Televisi yang pertama kali diperkenalkan di Indonesia sekitar tahun 1962 terus tumbuh pesat dan menjelma menjadi media yang memiliki ruang istimewa bagi masyarakat.
Lebih dari 16 televisi swasta nasional lahir di Indonesia. Mereka saling berkompetisi dengan membuat berbagai program untuk menyuplai kebutuhan hiburan masyarakat.

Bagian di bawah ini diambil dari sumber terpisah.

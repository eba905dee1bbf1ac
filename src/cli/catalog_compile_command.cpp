// bine catalog compile: the catalogs a command would load, vectorised and indexed once, into a
// compiled catalog that every command accepts with --catalog (io/compiled_catalog.hpp).
#include <fmt/format.h>

#include <algorithm>
#include <chrono>
#include <memory>

#include "cli/commands.hpp"
#include "engine/aroma_vector.hpp"
#include "engine/hop_index.hpp"
#include "engine/substitutes.hpp"
#include "io/compiled_catalog.hpp"
#include "io/data_dir.hpp"
#include "model/errors.hpp"

namespace bine::cli {
namespace {

struct CompileOptions {
  std::vector<std::string> files;
  std::string out;
  bool json = false;
};

/// A bar on stderr while an index is built, redrawn in place; only on a terminal and not with --json.
std::function<void(std::size_t, std::size_t)> progress_bar(const Console& console, bool json, std::string what) {
  if (!console.err_is_terminal || json) return {};
  return [&console, what = std::move(what)](std::size_t done, std::size_t total) {
    constexpr std::size_t kWidth = 30;
    const std::size_t filled = total ? done * kWidth / total : kWidth;
    console.err << fmt::format("\r{} [{}{}] {:3d} % of {} rows", what, std::string(filled, '#'),
                               std::string(kWidth - filled, ' '), total ? done * 100 / total : 100, total)
                << (done >= total ? "\n" : "") << std::flush;
  };
}

/// The files a compiled catalog depends on: the lexicon and the catalogs given (a shipped one by name).
std::vector<StampedFile> stamp_inputs(const DataSet& data, const std::vector<std::string>& given) {
  std::vector<StampedFile> files{stamp_file(data.data_dir / "lexicon.json", "lexicon")};
  const auto shipped = shipped_catalog_files(data.data_dir);
  for (const auto& file : chosen_catalog_files(data.data_dir, given)) {
    const bool is_shipped = std::find(shipped.begin(), shipped.end(), file) != shipped.end();
    files.push_back(stamp_file(file, is_shipped ? "shipped" : "source"));
  }
  return files;
}

HopIndex build_index(const Console& console, bool json, const DataSet& data, SwapPurpose purpose,
                     CatalogSpread& spread) {
  const Vectorizer vectorizer(data.catalog, data.lexicon, purpose);
  spread = vectorizer.spread();
  std::vector<float> rows;
  rows.reserve(data.catalog.varieties.size() * static_cast<std::size_t>(vectorizer.dimensions()));
  for (const auto& variety : data.catalog.varieties) {
    const auto v = vectorizer.embed(vectorizer.describe(variety));
    rows.insert(rows.end(), v.begin(), v.end());
  }
  IndexSettings settings = index_settings_for(purpose, {});
  settings.build_threads = all_cores();
  settings.progress = progress_bar(console, json, fmt::format("{} index", to_string(purpose)));
  return HopIndex(vectorizer.dimensions(), rows, settings);
}

void run_compile(const Console& console, const GlobalOptions& globals, const CompileOptions& options) {
  const auto start = std::chrono::steady_clock::now();
  for (const auto& file : options.files)
    if (is_compiled_catalog(file))
      throw InputError(fmt::format("catalog compile: {}: already a compiled catalog (give its JSON sources)", file));
  // 1. Load what a command given these files would load, and stamp every file.
  const DataSet data = load_data(globals.data, options.files);
  CompileInput input;
  input.catalog = &data.catalog;
  input.lexicon = &data.lexicon;
  input.files = stamp_inputs(data, options.files);
  input.settings = vector_settings_fingerprint({}, {});
  // 2. Vectorise and index for each question.
  const HopIndex aroma = [&] {
    const auto timer = console.time("aroma index");
    return build_index(console, options.json, data, SwapPurpose::aroma, input.spread);
  }();
  const HopIndex bittering = [&] {
    const auto timer = console.time("bittering index");
    return build_index(console, options.json, data, SwapPurpose::bittering, input.spread);
  }();
  input.aroma_index = &aroma;
  input.bittering_index = &bittering;
  // 3. Write the database and the indexes, each atomically.
  const auto written = [&] {
    const auto timer = console.time("write");
    return write_compiled_catalog(options.out, input);
  }();
  const double seconds = std::chrono::duration<double>(std::chrono::steady_clock::now() - start).count();
  nlohmann::json files = nlohmann::json::array();
  for (const auto& path : written) files.push_back(path.string());
  print_result(
      console, options.json,
      [&] {
        return nlohmann::json{{"compiled", options.out},
                              {"varieties", data.catalog.varieties.size()},
                              {"index", std::string(to_string(aroma.kind()))},
                              {"files", files},
                              {"seconds", seconds}};
      },
      [&](std::ostream& out) {
        out << fmt::format("{}: {} varieties, {} index, compiled in {:.1f} s\n", options.out,
                           data.catalog.varieties.size(), to_string(aroma.kind()), seconds);
        for (std::size_t i = 1; i < written.size(); ++i) out << "  beside it: " << written[i].string() << '\n';
        out << fmt::format("use it with: bine --catalog {} swap VARIETY (or any command)\n", options.out);
      });
}

}  // namespace

void setup_catalog_compile_command(CLI::App& catalog, const GlobalOptions& globals, CommandTable& commands) {
  auto options = std::make_shared<CompileOptions>();
  auto* compile = catalog.add_subcommand(
      "compile", "turn catalog files into a compiled catalog that large-catalog commands answer from at once");
  compile
      ->add_option("FILE", options->files, "catalog JSON files, merged in order (\"demo\" is the shipped demo catalog)")
      ->required();
  compile->add_option("--out", options->out, "the compiled catalog to write, NAME.bine (indexes go beside it)")
      ->required();
  compile->add_flag("--json", options->json, "print a JSON summary (and no progress bar)");
  compile->footer(
      "The compiled catalog holds the files given (the shipped demo catalog only when named \"demo\"),\n"
      "with a name index and the substitute indexes. It is stamped with the content of every file and the lexicon: "
      "when one\n"
      "changes, commands say so and read the JSON files instead until you compile again.\n\n"
      "Examples:\n"
      "  bine catalog compile merchant-1.json merchant-2.json --out merchant.bine\n"
      "  bine --catalog merchant.bine swap Tidewell\n"
      "  bine --catalog merchant.bine blend --target \"citrus=4,floral=3\" --volume 20L --ibu 30");
  commands.add(compile, [&globals, options](const Console& console) { run_compile(console, globals, *options); });
}

}  // namespace bine::cli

Akses yang mudah, murah, dan menyenangkan menjadi daya tarik media televisi dalam rangka menggaet penontonnya.
Namun era digital di abad 21 secara perlahan memberikan dampak luar biasa pada siaran televisi analog.
Memang tidak serta merta meredupkan ruang kemegahan yang selama ini melekat pada televisi tetapi munculnya platform digital beserta kekuasaan user (penonton) secara mutlak menjadi daya saing yang wajib diperhitungkan.
Maka salah satu upaya yang dilakukan pemerintah adalah migrasi televisi konvensional menjadi inkonvensional.
Apa hubungan antara daya saing dengan budaya menonton? Ternyata, usut punya usut, migrasi ini terkait erat dengan pengelolaan ulang frekuensi yang ada. Dengan beralihnya ke digital maka akan ada efisiensi yang tercipta sehingga semakin banyak kesempatan untuk konten kreator masuk ke dalam produksi tv digital.
Migrasi Televisi Analog ke Televisi Digital tinggal menghitung hari.
Pada prosesnya, migrasi TV Analog akan dilakukan secara bertahap dari April - November 2022. Meski sempat menuai gejolak, mau tidak mau migrasi televisi harus dilaksanakan.
Banyak hal yang perlu dipersiapkan oleh berbagai pihak berkaitan gelombang migrasi ini.
Pertama, perihal regulasi dan infrastruktur yang memadai dan harus siap.